- Elephant Head Location within the state of Arizona Elephant Head Elephant Head (the United States)
- Coordinates: 31°45′57″N 110°59′31″W﻿ / ﻿31.76583°N 110.99194°W
- Country: United States
- State: Arizona
- County: Pima

Area
- • Total: 7.25 sq mi (18.78 km^{2})
- • Land: 7.25 sq mi (18.78 km^{2})
- • Water: 0 sq mi (0.00 km^{2})
- Elevation: 3,104 ft (946 m)

Population (2020)
- • Total: 588
- • Density: 81.1/sq mi (31.31/km^{2})
- Time zone: UTC-7 (MST)
- Area code: 520
- FIPS code: 04-21980
- GNIS feature ID: 2582780

= Elephant Head, Arizona =

CDP in Pima County, Arizona

Elephant Head is a census-designated place (CDP) in Pima County, Arizona, United States. The population was 612 at the 2010 census.

==Geography==
Elephant Head is located at (31.765870, −110.992047). According to the United States Geological Survey, the CDP has a total area of 7.43 sqmi, all land.

==Demographics==

As of the 2010 census, there were 612 people living in the CDP: 310 male and 302 female. 145 were 19 years old or younger, 60 were ages 20–34, 101 were between the ages of 35 and 49, 216 were between 50 and 64, and the remaining 94 were aged 65 and above. The median age was 59.0 years.

The racial makeup of the CDP was 87.9% White, 1.6% American Indian, 1.5% Asian, 6.5% Other, and 2.5% Two or More Races. 26.6% of the population were Hispanic or Latino of any race.
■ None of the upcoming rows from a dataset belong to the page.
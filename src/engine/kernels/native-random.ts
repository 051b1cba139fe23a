import { areFastPathsEnabled, instantiateKernels, WASM_PAGE } from './wasm.js'
import type { KernelsUsing } from './signatures.js'
import { Xoshiro256StarStar } from '../random/xoshiro256.js'
import type { RandomSource } from '../random/source.js'

/**
 * Bulk draws from the engine's own xoshiro256** streams run in WebAssembly on native 64-bit
 * words: the per-sweep Fisher–Yates shuffle, the cue's choice of bits, unbiased pattern rows
 * and Glauber's uniforms. A JavaScript draw
 * costs tens of nanoseconds (64-bit arithmetic on 32-bit halves), a native one about one.
 * The kernel continues the stream from the generator's state and writes the state and the
 * last output back, so the stream and every value drawn are exactly those of the plain
 * loops. For any other RandomSource the functions return false and the caller draws in
 * JavaScript.
 */
type RandomExports = KernelsUsing<'shuffle' | 'partialShuffle' | 'markChosen' | 'unbiasedRows' | 'uniforms'>

let kernel: RandomExports | null | undefined

function randomKernel (): RandomExports | null {
  if (kernel === undefined) {
    kernel = instantiateKernels<RandomExports>('random')
  }
  return kernel
}

/** The generator's state words, [s0 high, s0 low, s1 high, …] (see random/xoshiro256.ts), if reachable. */
export function xoshiroState (rng: RandomSource): Int32Array | null {
  if (!areFastPathsEnabled() || !(rng instanceof Xoshiro256StarStar)) return null
  return rng.stateWords
}

const STATE_AT = 0
const DATA_AT = 64
const CHUNK_BYTES = 4 * 1024 * 1024

let viewsOf: ArrayBuffer | null = null
let stateView = new Int32Array(0)
let dataView32 = new Int32Array(0)
/** The memory's buffer, read again only after this module grows it (reading it is a host call). */
let buffer: ArrayBuffer | null = null

/** Kernel with at least `bytes` of data room, the generator's state copied in (little-endian words). */
function enter (s: Int32Array, bytes: number): RandomExports | null {
  const k = randomKernel()
  if (k === null) return null
  const need = DATA_AT + bytes
  buffer ??= k.memory.buffer
  const have = buffer.byteLength
  if (need > have) {
    k.memory.grow(Math.ceil((need - have) / WASM_PAGE))
    buffer = k.memory.buffer
  }
  if (buffer !== viewsOf) {
    viewsOf = buffer
    stateView = new Int32Array(buffer, STATE_AT, 10)
    dataView32 = new Int32Array(buffer, DATA_AT, (buffer.byteLength - DATA_AT) >> 2)
  }
  for (let w = 0; w < 4; w++) {
    stateView[2 * w] = s[2 * w + 1]!
    stateView[2 * w + 1] = s[2 * w]!
  }
  return k
}

function leave (s: Int32Array, rng: RandomSource): void {
  for (let w = 0; w < 4; w++) {
    s[2 * w + 1] = stateView[2 * w]!
    s[2 * w] = stateView[2 * w + 1]!
  }
  rng.word[0] = stateView[8]!
  rng.word[1] = stateView[9]!
}

/** Shuffles `order` in place exactly as the plain Fisher–Yates loop would with `rng`; false if it cannot. */
export function nativeShuffle (order: Int32Array, rng: RandomSource): boolean {
  const s = xoshiroState(rng)
  if (s === null) return false
  const n = order.length
  if (n < 2) return true
  const k = enter(s, 4 * n)
  if (k === null) return false
  dataView32.set(order)
  k.shuffle(DATA_AT, n, STATE_AT)
  order.set(dataView32.subarray(0, n))
  leave(s, rng)
  return true
}

/**
 * Resets `idx` to the identity and moves `count` distinct entries to its front exactly as
 * the plain partial Fisher–Yates loop of the cue would with `rng` (k < count:
 * j = k + below(n − k), swap); false if it cannot.
 */
export function nativePartialShuffle (idx: Int32Array, count: number, rng: RandomSource): boolean {
  const s = xoshiroState(rng)
  if (s === null) return false
  const n = idx.length
  if (count === 0) {
    // Nothing is drawn, so the generator (and its last output) must stay untouched.
    for (let i = 0; i < n; i++) idx[i] = i
    return true
  }
  const k = enter(s, 4 * n)
  if (k === null) return false
  k.partialShuffle(DATA_AT, n, count, STATE_AT)
  idx.set(dataView32.subarray(0, n))
  leave(s, rng)
  return true
}

/**
 * The cue's flips or erasures in place: chooses `count` distinct entries of `state` exactly as
 * `nativePartialShuffle` (the plain partial Fisher–Yates loop) would with `rng`, then negates
 * them, or sets them to 0 when `erase`. False (nothing drawn or changed) if it cannot.
 */
export function nativeMarkChosen (state: Int8Array, count: number, erase: boolean, rng: RandomSource): boolean {
  const s = xoshiroState(rng)
  if (s === null) return false
  if (count === 0) return true
  const n = state.length
  const sAt = DATA_AT + ((4 * n + 15) & ~15)
  const k = enter(s, sAt - DATA_AT + n)
  if (k === null) return false
  new Int8Array(buffer!, sAt, n).set(state)
  k.partialShuffle(DATA_AT, n, count, STATE_AT)
  k.markChosen(DATA_AT, sAt, count, erase ? 1 : 0)
  state.set(new Int8Array(buffer!, sAt, n))
  leave(s, rng)
  return true
}

/**
 * Writes `count` unbiased ±1 rows of n entries from out[offset] on, exactly as `count` calls
 * of the plain bit-by-bit fill would; false if it cannot.
 */
export function nativeUnbiasedRows (out: Int8Array, offset: number, n: number, count: number, rng: RandomSource): boolean {
  const s = xoshiroState(rng)
  if (s === null) return false
  if (n * count === 0) return true
  // Bounded chunks, so a big network does not leave a pattern-sized workspace behind.
  const rows = Math.max(1, Math.min(count, Math.floor(CHUNK_BYTES / n)))
  const k = enter(s, n * rows + 64)
  if (k === null) return false
  for (let row = 0; row < count; row += rows) {
    const take = Math.min(rows, count - row)
    k.unbiasedRows(DATA_AT, n, take, STATE_AT)
    out.set(new Int8Array(buffer!, DATA_AT, n * take), offset + row * n)
    // The kernel stored the state where the next chunk reads it.
  }
  leave(s, rng)
  return true
}

let dataView64 = new Float64Array(0)

/** Fills out[0..count) with `count` successive `rng.uniform()` values; false if it cannot. */
export function nativeUniforms (out: Float64Array, count: number, rng: RandomSource): boolean {
  const s = xoshiroState(rng)
  if (s === null) return false
  if (count === 0) return true
  const k = enter(s, 8 * count)
  if (k === null) return false
  if (dataView64.buffer !== viewsOf || dataView64.length < count) dataView64 = new Float64Array(viewsOf!, DATA_AT, count)
  k.uniforms(DATA_AT, count, STATE_AT)
  out.set(dataView64.subarray(0, count))
  leave(s, rng)
  return true
}

/**
 * Copies a generator's state words into a kernel's state area: four little-endian 64-bit
 * words, then its last output (kept if the kernel draws nothing).
 */
export function stateToKernel (s: Int32Array, rng: RandomSource, view: Int32Array): void {
  for (let w = 0; w < 4; w++) {
    view[2 * w] = s[2 * w + 1]!
    view[2 * w + 1] = s[2 * w]!
  }
  view[8] = rng.word[0]!
  view[9] = rng.word[1]!
}

/** Copies a kernel's state area back into the generator (state words and last output). */
export function stateFromKernel (view: Int32Array, s: Int32Array, rng: RandomSource): void {
  for (let w = 0; w < 4; w++) {
    s[2 * w + 1] = view[2 * w]!
    s[2 * w] = view[2 * w + 1]!
  }
  rng.word[0] = view[8]!
  rng.word[1] = view[9]!
}
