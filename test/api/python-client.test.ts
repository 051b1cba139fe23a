/**
 * clients/python/memsweep_client.py against the real server (embedded backend, listening on
 * a port): the command-line path (submit, follow the events, download CSV) and the module's
 * other calls. Needs python3 with `requests`, as the client does.
 */
import { spawn, spawnSync } from 'node:child_process'
import { mkdtemp, readFile, rm, writeFile } from 'node:fs/promises'
import { tmpdir } from 'node:os'
import { join } from 'node:path'
import { fileURLToPath } from 'node:url'
import { afterAll, beforeAll, describe, expect, it } from 'vitest'
import { createEmbeddedQueue } from '../../src/backends/embedded/index.js'
import { createHarness, type Harness } from './helpers/harness.js'

const CLIENT_DIR = fileURLToPath(new URL('../../clients/python/', import.meta.url))
const TOKEN = 'python-notebook-5b2c9e71d0'
const spec = { label: 'rooms of a school', neurons: 100, load: { values: [0.05, 0.15] }, trials: 16, seed: 29 }

let h: Harness
let url = ''
let dir = ''

/** Runs python3 without blocking this process, which is also the server answering it. */
async function python (args: string[]): Promise<{ status: number | null, stdout: string, stderr: string }> {
  const child = spawn('python3', args, { cwd: CLIENT_DIR, env: { ...process.env, MEMSWEEP_TOKEN: TOKEN }, timeout: 60_000 })
  let stdout = ''
  let stderr = ''
  child.stdout.on('data', (chunk: Buffer) => { stdout += chunk.toString('utf8') })
  child.stderr.on('data', (chunk: Buffer) => { stderr += chunk.toString('utf8') })
  const status = await new Promise<number | null>((resolve) => child.on('close', (code) => resolve(code)))
  return { status, stdout, stderr }
}

beforeAll(async () => {
  const check = spawnSync('python3', ['-c', 'import requests'], { encoding: 'utf8' })
  if (check.status !== 0) throw new Error(`the Python client needs python3 with requests: ${check.stderr}`)
  dir = await mkdtemp(join(tmpdir(), 'memsweep-py-'))
  await writeFile(join(dir, 'spec.json'), JSON.stringify(spec))
  h = await createHarness(async ({ dataDir }) => await createEmbeddedQueue({ dataDir, threads: 2 }), { tokens: [`ada:${TOKEN}`] })
  url = await h.app.listen({ port: 0, host: '127.0.0.1' })
})
afterAll(async () => {
  await h?.close()
  if (dir !== '') await rm(dir, { recursive: true, force: true })
})

describe('Python client', () => {
  it('submits from the command line, follows the sweep and downloads the CSV', async () => {
    const out = join(dir, 'school.csv')
    const res = await python(['memsweep_client.py', join(dir, 'spec.json'), '--server', url, '--output', out])
    expect(res.status, res.stderr).toBe(0)
    const id = res.stdout.trim()
    expect(res.stderr).toMatch(/succeeded 100%/)
    const served = await h.app.inject({ method: 'GET', url: `/v1/sweeps/${id}/results?format=csv`, headers: { authorization: `Bearer ${TOKEN}` } })
    expect(await readFile(out, 'utf8')).toBe(served.body)
  })

  it('validates, evaluates theory, lists, reads JSON results and reports problems', async () => {
    const script = `
import json, sys
from memsweep_client import MemsweepClient, MemsweepError
c = MemsweepClient(${JSON.stringify(url)}, ${JSON.stringify(TOKEN)})
spec = json.load(open(${JSON.stringify(join(dir, 'spec.json'))}))
v = c.validate(spec)
t = c.theory(spec)
s = c.submit(spec, idempotency_key="py-1")
again = c.submit(spec, idempotency_key="py-1")
final = c.wait(s["id"])
rows = c.results(s["id"])["rows"]
listed = [x["id"] for x in c.sweeps(page_size=1)]
try:
    c.submit({"neurons": 0, "patterns": 1})
    problem = None
except MemsweepError as e:
    problem = {"status": e.status, "code": e.code, "paths": [i["path"] for i in e.problem["errors"]]}
print(json.dumps({"trials": v["work"]["trials"], "theory": len(t["points"]), "same": s["id"] == again["id"],
                  "final": final["status"], "rows": len(rows), "listed": s["id"] in listed, "problem": problem}))
`
    const res = await python(['-c', script])
    expect(res.status, res.stderr).toBe(0)
    expect(JSON.parse(res.stdout)).toEqual({
      trials: 32,
      theory: 2,
      same: true,
      final: 'succeeded',
      rows: 2,
      listed: true,
      problem: { status: 422, code: 'MEMSWEEP_SPEC_INVALID', paths: ['neurons'] }
    })
  })
})
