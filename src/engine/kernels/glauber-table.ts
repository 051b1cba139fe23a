/**
 * Glauber dynamics decide s_i ← +1 iff u·(1 + exp(factor·h_i)) < 1, one exponential per visit.
 * Where the raw field h_i is an integer (overlap space, integer couplings), the kernels keep
 * g(h) = 1 + exp(factor·h) in a table over a window of fields [−half, half]: an entry is
 * computed, with the same IEEE operations as the plain path (f64.mul(factor, h), the host's
 * Math.exp, f64.add(1, ·)), the first time its field occurs, and read back afterwards. A
 * table indexed by the integer field therefore gives the very doubles the plain path
 * computes, visit for visit (test/engine/kernels/glauber-table.test.ts reads the table back
 * and compares every entry). Fields outside the window are computed directly.
 *
 * The window stops where the exponential stops mattering: for factor·h ≤ −40, 1 + exp(·)
 * rounds to 1, and for factor·h ≥ 40 it exceeds 2·10¹⁷, so one uniform in 2⁵³ decides; and it
 * never exceeds GLAUBER_TABLE_HALF_MAX (a 512 KiB table) or the largest field possible.
 */
export const GLAUBER_TABLE_HALF_MAX = 32768
const REACH = 40

let halfMax = GLAUBER_TABLE_HALF_MAX

/** Caps the window (tests use it to make fields fall outside it); null restores the default. */
export function setGlauberTableHalfMax (half: number | null): void {
  halfMax = half ?? GLAUBER_TABLE_HALF_MAX
}

/** Half-width of the window for this factor and largest possible |h|. */
export function glauberTableHalf (factor: number, maxAbsField: number): number {
  const reach = Math.ceil(REACH / Math.abs(factor))
  return Math.max(0, Math.min(maxAbsField, Number.isFinite(reach) ? reach : halfMax, halfMax))
}

/** Bytes of the largest table a network with fields up to maxAbsField can hold (memory estimates). */
export function glauberTableBytes (maxAbsField: number): number {
  return 8 * (2 * Math.min(maxAbsField, GLAUBER_TABLE_HALF_MAX) + 1)
}

/**
 * One network's table in its kernel memory at a fixed offset: tells the kernel where it is
 * and how wide, and zeroes it whenever its entries may not belong to the current factor
 * (another factor, or another network used the shared memory meanwhile).
 */
export class GlauberTable {
  private factor = Number.NaN
  private half = -1
  private valid = false

  constructor (readonly at: number, private readonly maxAbsField: number) {}

  /** Bytes the table may need beyond `at`. */
  get bytes (): number {
    return glauberTableBytes(this.maxAbsField)
  }

  /** Half-width of the window last prepared (−1 before the first). */
  get halfWidth (): number {
    return this.half
  }

  /** Another network wrote the memory: the entries are stale. */
  invalidate (): void {
    this.valid = false
  }

  /**
   * Prepares the table for `factor` in `memory` (already large enough); returns its half-width.
   * `pristine`: nothing has written the table's bytes since the memory grew to hold them, so
   * they are zero already (WebAssembly memories grow by zero bytes) and are not zeroed again:
   * zeroing would touch every page of a table whose visits read a few, and the first touch of
   * a page costs the operating system a zeroed page, microseconds in a virtual machine.
   */
  prepare (memory: ArrayBuffer, factor: number, pristine = false): number {
    const half = glauberTableHalf(factor, this.maxAbsField)
    if (!this.valid || this.half !== half || !Object.is(this.factor, factor)) {
      if (!pristine) new Float64Array(memory, this.at, 2 * half + 1).fill(0)
      this.factor = factor
      this.half = half
      this.valid = true
    }
    return half
  }
}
There were 233 households in the CDP, 172 family households (73.8%) and 61 non-family households (26.2%), with an average household size of 2.63. Of the family households, 156 were married couples living together, while there were 5 single fathers, and 11 single mothers; the non-family households included 44 adults living alone: 20 male and 24 female.

The CDP contained 253 housing units, of which 233 were occupied and 20 were vacant.

Historical population
| Census | Pop. | Note | %± |
| 2020 | 588 |  | — |
U.S. Decennial Census

==Education==
The CDP is divided between the Continental Elementary School District and the Sahuarita Unified School District.